Grief is our natural response to the transitory nature of life. It is complex and can be overwhelming and confusing. It is a part of our human experience, our aliveness.
You do not grieve for things you do not care about. It is an act of love. It connects you with what is most deeply precious and sacred in the heart of your heart. It clears the pathway to a soul-centered life.
There are layers to it that can make midwifing your way through challenging and obscure.
You grieve for the loss of the person/object/situation.
You grieve for the loss of the relationship you had with what has been lost.
You grieve for the parts of you attached, identified and connected to what has been lost.
Sometimes grief arrives in a mixture, swirling around and overwhelming the heart. It can feel scary to surrender to this initiation deeper into the truths of love, life and the divine nature of this human experience. It can completely re-arrange you and evolve you closer to the nature of who you really are.

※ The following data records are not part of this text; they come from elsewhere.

def identify(reading_or_text, *, notation: str | None = None, unit: str | None = None,
             top: int = 10, tradition: str | None = None) -> IdentifyResult:
    """Which period, parameter or relation (or simple multiple or part of one) is this number?

    *reading_or_text* is a :class:`~numcheck.reading.Reading` or a text read
    with :func:`numcheck.read` (``notation`` as there).  With *unit* (or a
    unit the text itself carries) only catalogue numbers convertible to it
    are compared; without one, every number in its own unit.  *tradition*
    (babylonian, greek, indian, islamic ...) weighs that tradition's rows
    above the others; without it the tradition the notation says (Greek
    letters, cuneiform, abjad) is weighed.  ``top`` bounds both the matches
    and the distinct statements (``groups``).

    >>> identify("1,49,45;20", unit="days").matches[0].id
    'saros_almagest'
    """
    from ..reader import read

    if isinstance(top, bool) or not isinstance(top, int) or top < 1:
        raise NumcheckError(f"--top must be a whole number, at least 1, got {top!r}.")
    reading = reading_or_text if isinstance(reading_or_text, Reading) else read(
        reading_or_text, notation=notation, unit=unit)
    unit = unit if unit is not None else reading.unit
    unit = canonical_unit(unit) if unit is not None else None
    if tradition is not None:
        from .. import catalogue
        from ..errors import UnknownNameError

        known = catalogue.traditions()
        if tradition not in known:
            raise UnknownNameError("tradition", tradition, known)
    wanted = tradition if tradition is not None else _rank.text_tradition(reading.notation)
    tab = _t.table(unit)
    value = reading.value
    if value <= 0:
        return IdentifyResult(reading, unit, (), (), 0,
                              (f"The value {exact_text(value)} is not positive; the catalogue holds lengths "
                               "and counts only.",))
    notes: list[str] = []
    # An ambiguous reading (a Greek 'ο' that may be 0 or 70) is compared like a damaged one.
    open_reading = reading.damaged or reading.ambiguous
    use_range = open_reading and reading.count <= limits.IDENTIFY_DAMAGE_READINGS
    if open_reading and not use_range:
        notes.append(f"The damage allows {reading.count:,} readings (over numcheck.limits."
                     f"IDENTIFY_DAMAGE_READINGS = {limits.IDENTIFY_DAMAGE_READINGS}): only the edition's value "
                     f"({sexagesimal_text(value, fixed=not reading.floating)}) was compared. "
                     "Use 'numcheck restore' to rank the readings the traces allow.")
    found: dict[tuple, tuple] = {}
    considered = 0
    # A damaged reading is compared reading by reading: a catalogue number
    # matches when it agrees (exactly, or cut or rounded at the last place)
    # with one of the readings the damage allows -- not merely when it falls
    # between the least and the greatest, which a wide damage makes almost
    # any number do.
    allowed = sorted(set(reading.readings())) if use_range else [value]
    crowded = False
    for scale in _scales(reading):
        p = Fraction(60) ** scale
        ulp = reading.ulp * p
        for r in allowed:
            v = r * p
            restored = r != value
            tol = ulp if restored else max(NEAR_ULPS * ulp, NEAR_RELATIVE * v)
            window = _Window(False, v, v)
            lo = float(v - tol) * (1 - 1e-12)
            hi = float(v + tol) * (1 + 1e-12)
            # A number written to fewer than three significant figures (one
            # unit of its last place is over 1% of it) is met by long whole
            # multiples of almost any period: only simple factors say anything.
            items, nums, dens = _t.candidates(tab, lo, hi, multiples=100 * ulp <= v and not crowded)
            if considered + len(items) > limits.IDENTIFY_MAX_CANDIDATES and not crowded:
                # Too many long multiples within reach (wide damage, many scales):
                # compare simple parts and multiples only, and say so.
                crowded = True
                notes.append(f"More than {limits.IDENTIFY_MAX_CANDIDATES:,} catalogue multiples lie "
                             "within reach of the readings (numcheck.limits.IDENTIFY_MAX_CANDIDATES): "
                             "only simple parts and multiples were compared. Fewer lost places or the "
                             "unit would narrow it; set the limit higher to compare them all.")
                items, nums, dens = _t.candidates(tab, lo, hi, multiples=False)
            considered += len(items)
            for k in range(len(items)):
                idx, factor = int(items[k]), Fraction(int(nums[k]), int(dens[k]))
                item = tab.items[idx]
                target = item.value * tab.factors[idx] * factor
                # The relative tolerance compares values of different traditions;
                # with a factor it would let almost any long number "match".
                how = _classify(window, v, target, ulp, tol if factor == 1 else NEAR_ULPS * ulp)
                if how is None or (restored and how == "near"):
                    continue
                if restored:
                    how = "damage"
                key = (item.entry.id, item.value, item.unit, factor, scale)
                residual = (v - target) / ulp
                width = 2 * tol if how == "near" else ulp
                closeness = (float(abs(v - target) / tol) if how == "near"
                             else min(1.0, float(abs(residual))))
                sc = _rank.score(how, factor, scale, item.entry.confidence, item.entry.tradition,
                                 wanted, closeness,
                                 _rank.chance(width, item.value * tab.factors[idx], factor))
                rank = (-sc, _RANK[how], _t.factor_complexity(factor), abs(residual), abs(scale),
                        item.entry.id)
                if key not in found or rank < found[key][0]:
                    found[key] = (rank, how, item, idx, factor, scale, target, residual, v, sc)
    ranked = sorted(found.values(), key=lambda t: t[0])
    # Enough matches to fill *top* distinct statements (rows that say the same fold into one).
    pool = [_match(reading, tab, *row[1:]) for row in ranked[:top * 12]]
    matches = tuple(pool[:top])
    groups = _rank.group_matches(pool, describe=lambda ms: _describe(reading, ms))[:top]
    nearest = () if matches else _nearest(reading, tab)
    notes.extend(_t.coincidence_notes(reading, unit, len(found)))
    return IdentifyResult(reading, unit, matches, nearest, considered, tuple(notes), groups, wanted)


@dataclass(frozen=True)
class _Window:
    """What the damage allows, at one scale (computed once, not per candidate)."""

    damaged: bool
    min: Fraction
    max: Fraction


def _match(reading, tab, how, item, idx, factor, scale, target, residual, v, score) -> Match:
    unit_shown = tab.unit if tab.unit is not None else item.unit
    if tab.unit is not None:
        unit_shown = tab.unit + item.per
    rel = float(abs(v - target) / target) if target else 0.0
    convention = tab.conventions[idx]
    e = item.entry
    return Match(
        id=e.id, statement=e.statement, factor=factor, scale=scale, unit=unit_shown,
        residual=residual, score=score, how=how, target=target / Fraction(60) ** scale, label=item.label,
        what=f"{_factor_text(factor)}{_t.number_text(item.value)} {item.unit}",
        convention=convention, tradition=e.tradition, body=e.body, confidence=e.confidence,
        source=e.source,
        explanation=_explain(reading, how, factor, item, scale, residual, rel, convention, unit_shown,
                             compared=v),
    )
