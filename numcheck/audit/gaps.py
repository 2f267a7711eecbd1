"""Lines missing from a table: a gap in its argument column.

The argument column (the leftmost column with a constant positive
difference: line numbers, years, months, days) steps by d from line to line.
Where it steps by k·d (k from 2 to ``MAX_GAP_LINES``) and goes on by d after
it, k − 1 lines are missing between the two rows, as where a fragment
copies an excerpt or a line was skipped.  The row is reported as
``lines-missing`` (not a slip), and every own-column scheme of the table
steps k times across the gap, so the lines after it are no carried-forward
slips.  A column that follows its scheme with one step there, and not with
k, says the argument column slipped instead; then no gap is taken.
"""

from __future__ import annotations

from .schemes import LinearScheme, Scheme

__all__ = ["find_gaps", "advance", "retreat", "MAX_GAP_LINES"]

#: The most lines a gap may hide (larger jumps are left to the slip diagnosis).
MAX_GAP_LINES = 60


def _argument(frame, schemes: list[Scheme]) -> LinearScheme | None:
    by_column = {s.column: s for s in schemes}
    for name in frame.names:
        s = by_column.get(name)
        if s is None:
            continue
        if isinstance(s, LinearScheme) and not s.modulus and not s.segments and s.d > 0:
            return s
        return None     # the leftmost checked column is not an argument
    return None


def find_gaps(frame, schemes: list[Scheme]) -> tuple[str | None, dict[int, int]]:
    """(argument column, {row index: steps from the line before}) for the gaps of the table."""
    arg = _argument(frame, schemes)
    if arg is None:
        return None, {}
    w = frame.written[arg.column]
    d = arg.d
    known = [i for i, v in enumerate(w) if v is not None]
    gaps: dict[int, int] = {}
    for a, b in zip(known, known[1:]):
        step = w[b] - w[a]
        lines = b - a
        if step == lines * d or step <= 0 or step % d:
            continue
        k = step // d - (lines - 1)
        if not 2 <= k <= MAX_GAP_LINES:
            continue
        after = next((j for j in known if j > b), None)
        if after is not None and w[after] - w[b] != (after - b) * d:
            continue    # it does not go on by d: a slip, not a gap
        if _contradicted(frame, schemes, arg.column, b, k):
            continue
        gaps[b] = k
    return arg.column, gaps


def _contradicted(frame, schemes, argument: str, i: int, k: int) -> bool:
    """Whether another column follows its scheme in one step at row *i*, but not in k."""
    for s in schemes:
        if s.column == argument or not s.chained or s.inputs:
            continue
        w = frame.written[s.column]
        if i < 1 or w[i - 1] is None or w[i] is None or i + 1 >= len(w) or w[i + 1] is None:
            continue
        try:
            st = s.start(w[i], i, w[i + 1], None)
            if st is None:
                continue
            one = s.back(st, i, None)
            many = retreat(s, st, i, None, {i: k})
        except (TypeError, ValueError, ZeroDivisionError):
            continue
        if one is not None and one[0] == w[i - 1] and (many is None or many[0] != w[i - 1]):
            return True
    return False


def advance(scheme, state, i: int, src, gaps: dict[int, int]):
    """The state of line *i* from the line before, stepping over the lines a gap hides."""
    k = gaps.get(i, 1)
    if k == 1 or state is None:
        return scheme.step(state, i, src) if state is not None else None
    if scheme.inputs:
        return None     # the inputs of the hidden lines are lost with them
    for _ in range(k):
        state = scheme.step(state, i, src)
        if state is None:
            return None
    return state


def retreat(scheme, state, i: int, src, gaps: dict[int, int]):
    """The state of line i − 1 from line *i*, stepping back over a gap before line *i*."""
    k = gaps.get(i, 1)
    if k == 1:
        return scheme.back(state, i, src)
    if scheme.inputs:
        return None
    for _ in range(k):
        state = scheme.back(state, i, src)
        if state is None:
            return None
    return state
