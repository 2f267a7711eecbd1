"""A column that repeats a published sequence line by line (the System A rising times, say).

The scheme holds the values of one period; a line's state is its place in
the period, and the next line takes the next value, round and round.
"""

from __future__ import annotations

from ..reading import sexagesimal_text
from .schemes import Scheme, value_text

__all__ = ["SequenceScheme"]


class SequenceScheme(Scheme):
    """The values of one period, repeated: line k + 1 holds the value after line k's."""

    kind = "sequence"

    def __init__(self, column, frame, values):
        super().__init__(column, frame)
        self.values = list(values)

    def step(self, state, i, src):
        pos = (state[1] + 1) % len(self.values)
        return (self.values[pos], pos)

    def back(self, state, i, src):
        pos = (state[1] - 1) % len(self.values)
        return (self.values[pos], pos)

    def start(self, value, i, nxt, src):
        n = len(self.values)
        for pos, v in enumerate(self.values):
            if v == value and self.values[(pos + 1) % n] == nxt:
                return (value, pos)
        return None

    def resume(self, predicted, value):
        return (value, predicted[1])

    def params(self):
        f = self.frame.fraction
        out = {"values": [value_text(f(v)) for v in self.values]}
        return out

    def describe(self):
        f = self.frame.fraction
        return "repeated sequence " + " ".join(sexagesimal_text(f(v)) for v in self.values)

This is navigating the in-between. Honoring what has been lost, metabolizing the emotions and complexities of the relationship and allowing the parts of you that need to die so that a new you can emerge. It's not always easy to tell up from down, what is what. We have a tendancy to want the process to be linear, to have clearly defined stages, something to hold on to. But, sometimes holding on keeps us from understanding. From that understanding is birthed curiosity and the seeds of love we need for becoming real.
Grief teaches you to become real. It is the holy devotion of your heart to what matters most to you about life. It is alive. Grief is love.